Now that the government has closed the country owing to its inability to make fuel available, the question is whether it has any moral right to stay in power. Its leaders have only demonstrated their incompetence and shamelessness. If they continue to be in power, they will inflict far worse damage on the country. They are already conducting a fire sale of state assets, and all out to deprive the country of its energy sovereignty; they have invited multinational oil companies to commence operations here. Some of them will laugh all the way to foreign banks.
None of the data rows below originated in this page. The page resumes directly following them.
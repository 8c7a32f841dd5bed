/**
 * A simulate cell's report from its numeric core: the answers as report values, the comparison
 * with the exact solution of linear laws, the step points, the summary, the questions in
 * words and the plot data. Not part of a what-if run.
 */
import { type Quantity, report, describe, tidy, deltaUnit } from '../units/quantity.ts';
import { divDim, TIME } from '../units/dimension.ts';
import { type DisplayUnit, mulUnits } from '../units/units.ts';
import type { SystemSpec } from '../simulate/run-schedule.ts';
import { stepPoints, type Trajectory } from '../simulate/trajectory.ts';
import { extreme } from '../simulate/queries.ts';
import { type Linear, linearCoefficients, compareWithExact, linearStretches } from '../simulate/closed-form.ts';
import { simulationPlot } from '../simulate/plot-data.ts';
import { timesInRun } from '../simulate/schedule.ts';
import { repeatsText } from '../output/event-words.ts';
import type { Law, MeasuredSeries } from '../engine/node.ts';
import type { ClosedFormReport, FindResult, LinearFigures, SimulateFields } from '../engine/report.ts';
import { simulationSummary, type FoundText, type StatePath } from '../output/summaries.ts';
import { type SimulationCore, questionText, stateValue, timeOf } from './simulate-core.ts';

/** The cell's report fields (the `output` merged into its cell's report). */
export function simulationOutput(core: SimulationCore, measured: readonly MeasuredSeries[]): SimulateFields {
  const { run, laws, timeUnit } = core;
  const tr = run.trajectory;
  const asTime = (si: number) => timeOf(core, si);
  const results: Record<string, FindResult> = {};
  const found: FoundText[] = [];
  const marks: Array<{ name: string; state: string; t: number; value: Quantity; answer: string }> = [];
  for (const { find, q, markAt, markValue, missing } of core.answers) {
    const what = questionText(core, find);
    if (q) {
      results[find.name] = report(q);
      found.push({ name: find.name, what, answer: describe(q) });
      if (markAt !== undefined && markValue !== undefined) marks.push({ name: find.name, state: find.state, t: markAt, value: stateValue(core, find.si, markValue), answer: describe(q) });
    } else {
      const end = asTime(find.span[1]);
      results[find.name] = { notReached: true, message: missing ?? '', end: report(end) };
      found.push({ name: find.name, what, answer: `not reached by ${describe(end)}` });
    }
  }
  const last = tr.pieces[tr.pieces.length - 1];
  // a computed value within the state's absolute tolerance of zero is zero to the run's
  // accuracy: the words say 0, not a round-off such as -1.79e-7 mg of a drug
  const said = (i: number, v: number) => stateValue(core, i, Math.abs(v) <= core.atol[i] ? 0 : v);
  const paths: StatePath[] = laws.map((l, i) => ({
    name: l.state,
    start: stateValue(core, i, tr.pieces[0].y0[i]),
    end: said(i, last.y1[i]),
    min: said(i, extreme(tr, i, -1)!.value),
    max: said(i, extreme(tr, i, 1)!.value),
  }));
  const plot = simulationPlot({
    tr, timeUnit, timeOf: asTime, actions: core.timeline, marks,
    states: laws.map((l) => ({ name: l.state, template: l.initial })),
    levels: core.finds.filter((fq) => fq.level).map((fq) => ({ state: fq.state, level: fq.level! })),
    measured,
  });

  const output: SimulateFields = {
    method: run.switchedToStiff !== null ? 'stiff' : [...run.methodsUsed].join(', '),
    steps: run.steps,
    evaluations: run.evaluations,
    results,
    closedForm: closedForms(laws, core.sys, tr, core.compiled, core.inputs.length, core.rtol, core.atol, timeUnit, asTime),
    series: seriesOf(tr, core.states),
    summary: simulationSummary(paths, found),
    // each question in words, as the summary puts it (for the printed sheet)
    questions: Object.fromEntries(found.map((f) => [f.name, f.what])),
    // each event's repeats, counted in the run and in words (for the printed sheet)
    schedule: timesInRun(core.timeline, core.scheduled.length).map((times, i) => {
      const e = core.scheduled[i];
      return { times, repeats: repeatsText(e.every === undefined ? undefined : describe(asTime(e.every)), e.count, times) };
    }),
    plot,
  };
  if (run.switchedToStiff !== null) {
    output.switchedToStiff = report(asTime(run.switchedToStiff));
    output.note = `the law turned out stiff; the run switched from ${run.switchedFrom === 'adams' ? 'the Adams formulas' : 'Dormand–Prince'} to the stiff method at t = ${describe(asTime(run.switchedToStiff))}`;
  }
  return output;
}

function seriesOf(tr: Trajectory, states: readonly string[]): Record<string, number[]> {
  const pts = stepPoints(tr);
  const out: Record<string, number[]> = { t: pts.t };
  states.forEach((s, i) => { out[s] = pts.y.map((y) => y[i]); });
  return out;
}

/**
 * For each law linear in its own state alone: rate constant, time constant, half-life, and the
 * run's error against the exact piecewise solution; with the law changed by an action within
 * the run, the figures of each stretch.
 */
function closedForms(laws: readonly Law[], sys: SystemSpec, tr: Trajectory, compiled: ReadonlyArray<(x: ArrayLike<number>) => number>, width: number, rtol: number, atol: Float64Array, timeUnit: DisplayUnit, asTime: (si: number) => Quantity) {
  const out: Record<string, ClosedFormReport> = {};
  const n = laws.length;
  const points = stepPoints(tr);
  const perTime: DisplayUnit = mulUnits([], timeUnit, -1);
  laws.forEach((l, i) => {
    if (l.reads.some((r) => r === 't' || (r !== l.state && sys.stateIndex.has(r)))) return;
    const x = new Float64Array(width);
    // Probe the law over the size the state actually reaches: a state that starts at zero
    // (a tank filling, a body falling from rest) would otherwise be probed over nothing, and
    // any law looks linear there.
    let reach = Math.abs(l.initial.si);
    for (const p of tr.pieces) reach = Math.max(reach, Math.abs(p.y0[i]));
    for (const y of points.y) reach = Math.max(reach, Math.abs(y[i]));
    const lawAt = (k: number) => {
      const piece = tr.pieces[k];
      x.set(piece.params, 1 + n);
      const fy = (y: number) => { x[1 + i] = y; return compiled[i](x) + piece.infusion[i]; };
      return linearCoefficients(fy, piece.y0[i], reach);
    };
    const laws0 = tr.pieces.map((_, k) => lawAt(k));
    if (laws0.some((c) => !c)) return;
    const linear = laws0 as Linear[];
    const check = compareWithExact(tr, i, (k) => linear[k], rtol, atol[i]);
    const figures = (c: Linear): LinearFigures => {
      const f: LinearFigures = { rateConstant: report({ si: c.b, dim: divDim(TIME.map(() => 0), TIME), unit: perTime }) };
      if (c.b !== 0) {
        f.timeConstant = report({ si: 1 / Math.abs(c.b), dim: TIME, unit: timeUnit });
        f[c.b < 0 ? 'halfLife' : 'doublingTime'] = report({ si: Math.LN2 / Math.abs(c.b), dim: TIME, unit: timeUnit });
        f.equilibrium = report({ ...l.initial, si: -c.a / c.b });
        f.stable = c.b < 0;
      }
      return f;
    };
    const { rateConstant, ...rest } = figures(linear[0]);
    const entry: ClosedFormReport = {
      form: `${l.state}' = a + b ${l.state}`,
      rateConstant,
      maxError: report({ si: check.maxError, dim: l.initial.dim, unit: deltaUnit(l.stateUnit), ...(l.initial.temp ? { temp: 'delta' as const } : {}) }),
      maxErrorInTolerances: tidy(check.maxErrorInTolerances),
      ...rest,
    };
    const stretches = linearStretches(linear);
    if (stretches.length > 1) {
      entry.stretches = stretches.map((s) => ({ from: report(asTime(tr.pieces[s.first].t0)), to: report(asTime(tr.pieces[s.last].t1)), ...figures(s.law) }));
    }
    out[l.state] = entry;
  });
  return Object.keys(out).length ? out : undefined;
}
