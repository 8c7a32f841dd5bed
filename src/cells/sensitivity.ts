/**
 * A sensitivity cell: for each name in `of` and each parameter (or state: its initial value),
 * the coefficient d of / d parameter and the normalized coefficient d ln of / d ln parameter.
 * The slopes come from the what-if evaluator (engine/what-if.ts, `RunContext.whatIf`) and
 * central differences (numerics/slopes.ts), so the study's own values are never touched.
 *
 * Steps: a run's answers carry the run's error, of relative size about its tolerance, so the
 * slopes assume a relative accuracy of `RUN_ACCURACY` (the default run tolerance): the step is
 * cbrt(1e-6) = 1% of the parameter's value (of its distance from 0 °C for a temperature, at
 * least 1 K), and a slope is good to about 1e-4 relative. The entries, ranking and words are
 * made in sensitivity-report.ts.
 */
import type { SensitivityCell } from '../study/types.ts';
import type { Binding, CellError, GraphNode, Outcome, RunContext, Use } from '../engine/node.ts';
import type { NodeOutput } from '../engine/report.ts';
import { fail, guarded } from './fields.ts';
import { slopes } from '../numerics/slopes.ts';
import { sensitivityOutput, type Followed, type Varied } from './sensitivity-report.ts';
import { unitFactor } from '../units/units.ts';

/** The relative accuracy of a run's answers assumed for the steps: the default run tolerance. */
export const RUN_ACCURACY = 1e-6;

/** Kelvin at 0 °C: a temperature is stepped by its distance from it. */
const ZERO_CELSIUS = 273.15;

export function sensitivityNodes(cell: SensitivityCell, at: string): Array<GraphNode<NodeOutput<'sensitivity'>>> {
  const of = Array.isArray(cell.of) ? cell.of.filter((x): x is string => typeof x === 'string') : [];
  const parameters = Array.isArray(cell.parameters) ? cell.parameters.filter((x): x is string => typeof x === 'string') : [];
  const uses: Use[] = [
    ...of.map((name, i) => ({ name, path: `${at}.of[${i}]` })),
    // a state's name is its initial value here
    ...parameters.map((name, j) => ({ name, path: `${at}.parameters[${j}]`, readsStates: true })),
  ];
  const problems: CellError[] = [];
  return [{
    key: `${cell.id}/sensitivity`,
    cell: cell.id,
    defines: [],
    uses,
    allowsTime: false,
    // the slopes depend on how `of` is computed from the parameters, not only on their values
    readsUpstream: true,
    signature: JSON.stringify(cell),
    problems,
    run: (ctx) => guarded(() => runSensitivity(at, cell.of, cell.parameters, ctx)),
  }];
}

type Valued = Extract<Binding, { kind: 'value' | 'state' }>;

/** The binding of a name that must be a quantity, or a problem on its path. */
function quantityBinding(ctx: RunContext, name: string, path: string, role: string): Valued {
  const b = ctx.binding(name);
  if (b?.kind !== 'value' && b?.kind !== 'state') fail(path, `"${name}" is not a value: ${role}`);
  if (b.kind === 'value' && b.truth !== undefined) fail(path, `"${name}" is true/false; a slope needs a quantity`);
  return b;
}

function runSensitivity(at: string, ofList: string[], parameterList: string[], ctx: RunContext): Outcome<NodeOutput<'sensitivity'>> {
  if (ctx.mode === 'check') return { ok: true, bindings: new Map(), output: { computed: false, message: 'checked; run the study to find the slopes' } };
  const followed: Followed[] = ofList.map((name, i) => ({ name, q: quantityBinding(ctx, name, `${at}.of[${i}]`, 'name an answer or a value to follow').q }));
  const varied: Varied[] = parameterList.map((name, j) => ({
    name,
    q: quantityBinding(ctx, name, `${at}.parameters[${j}]`, 'name a parameter, or a state (its initial value)').q,
  }));
  // which of the pairs can move at all: of computed from the parameter (or the parameter itself)
  const depends = followed.map((o) => {
    const up = ctx.upstream(o.name); // a walk of the graph: once per name followed
    return varied.map((p) => o.name === p.name || up.has(p.name));
  });
  const moving = varied.map((_, j) => depends.some((row) => row[j]));
  const inputs = varied.flatMap((p, j) => (moving[j] ? [{ ...p, j }] : []));

  const d = new Float64Array(followed.length * varied.length);
  const how: Array<'central' | 'forward' | 'backward' | 'failed'> = new Array(d.length).fill('central');
  const reasons = new Map<number, string>();
  let evaluations = 0;
  if (!ctx.whatIf) fail(at, 'this cell cannot vary values here (no what-if evaluation is available)', 'internal');
  // every parameter is prepared, so that one that cannot be replaced is refused on its path
  const prepared = ctx.whatIf(followed.map((o) => o.name), varied.map((p) => p.name));
  if (!prepared.ok) {
    const j = parameterList.indexOf(prepared.error.name ?? '');
    const i = ofList.indexOf(prepared.error.name ?? '');
    fail(j >= 0 ? `${at}.parameters[${j}]` : i >= 0 ? `${at}.of[${i}]` : at, prepared.error.message);
  }
  if (inputs.length) {
    // a temperature is stepped in its distance from 0 °C, every other value in its own
    const offset = inputs.map((p) => (p.q.temp === 'point' || p.q.temp === 'absolute' ? ZERO_CELSIUS : 0));
    const x0 = Float64Array.from(inputs, (p, k) => p.q.si - offset[k]);
    const scale = Float64Array.from(inputs, (p, k) => (offset[k] ? 1 : Math.abs(p.q.si) || unitFactor(p.q.unit) || 1));
    let firstReason: string | undefined;
    const all = Float64Array.from(varied, (p) => p.q.si);
    const f = (x: Float64Array) => {
      inputs.forEach((p, k) => { all[p.j] = x[k] + offset[k]; });
      const r = prepared.evaluate(all);
      if (!r.ok) for (const a of r.answers) if (!a.ok) firstReason ??= a.reason;
      return r.values;
    };
    const s = slopes(f, x0, scale, { accuracy: RUN_ACCURACY, f0: Float64Array.from(followed, (o) => o.q.si) });
    evaluations = s.evaluations;
    inputs.forEach((p, k) => {
      for (let i = 0; i < followed.length; i++) {
        const at = i * varied.length + p.j;
        d[at] = s.d[i * inputs.length + k];
        how[at] = s.how[i * inputs.length + k];
      }
    });
    for (const fl of s.failed) {
      const rows = fl.output < 0 ? followed.map((_, i) => i) : [fl.output];
      for (const i of rows) reasons.set(i * varied.length + inputs[fl.input].j, firstReason ? `${fl.reason} (${firstReason})` : fl.reason);
    }
  }
  return {
    ok: true,
    bindings: new Map(),
    output: sensitivityOutput({ followed, varied, depends, d, how, reasons, evaluations, accuracy: RUN_ACCURACY, studyUnits: ctx.studyUnits }),
  };
}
President Gotabaya Rajapaksa is reported to have ordered that dollars be released for fuel imports urgently. Whom is he trying to fool? He cannot be unaware that there aren’t enough dollars for fuel purchases. Is he trying to deflect criticism by issuing such directives? The SLPP government bankrupted the country by stealing public funds, slashing taxes, granting massive pay hikes to some categories of public sector workers, throwing money around in the name of pandemic relief, and using forex reserves to defend the rupee in vain, despite repeated warnings from the Central Bank and the Finance Ministry officials. Various rackets such as the sugar tax scam have also taken their toll on the economy. The country is therefore without enough dollars to pay for essential imports including fuel, and there is no way either the Central Bank or the Finance Ministry could find foreign currency for fuel imports in a hurry simply because the President asks them to do so. Perhaps, the only way to pay for fuel imports immediately is to make the corrupt government politicians who have helped themselves to public funds, all these years, return part of their ill-gotten wealth hidden overseas.
SJB MP Champika Ranawaka has flayed the government for the fuel crisis. He has said the country’s image will have to be repaired before foreign assistance is sought. It will not be possible to overcome the present crisis so long as failed politicians continue to be in top posts, he has said. One cannot but agree with him. He is one of the few Opposition members capable of strategic thinking although he was a member of the failed yahapalana government. He has said he is willing to be actively involved in crisis management if a truly multi-party, interim government is formed with a timeframe set for a general election. He would have been able to take over the Power and Energy Ministry if the SJB had accepted the President’s offer to form a government, last month. He and other SJB MPs should have brought pressure to bear on their leader Sajith Premadasa to form a caretaker government together with other parties. They should do so, at least now. A new interim government may not be able to contain the crisis overnight, but it will help prevent the likes of Basil Rajapaksa from manipulating ministers to compass his ends. Prime Minister Ranil Wickremesinghe is at the mercy of the Rajapaksa family, which controls the SLPP. The incumbent administration is a collective of self-seeking strange bedfellows who are willing to further the interests of the Rajapaksa family; the sooner it is got rid of, the better. That will be half the battle in managing the crisis.
Meanwhile, the government ought to find ways and means of holding racketeers at bay to ensure that fuel to be imported will be dispensed in an equitable manner. It has to devise a rationing system to prevent hoarding. Otherwise, a part of the next fuel shipment will also end up on the black market via hoarders’ dens, and the ordinary people will be left without petrol, diesel or kerosene.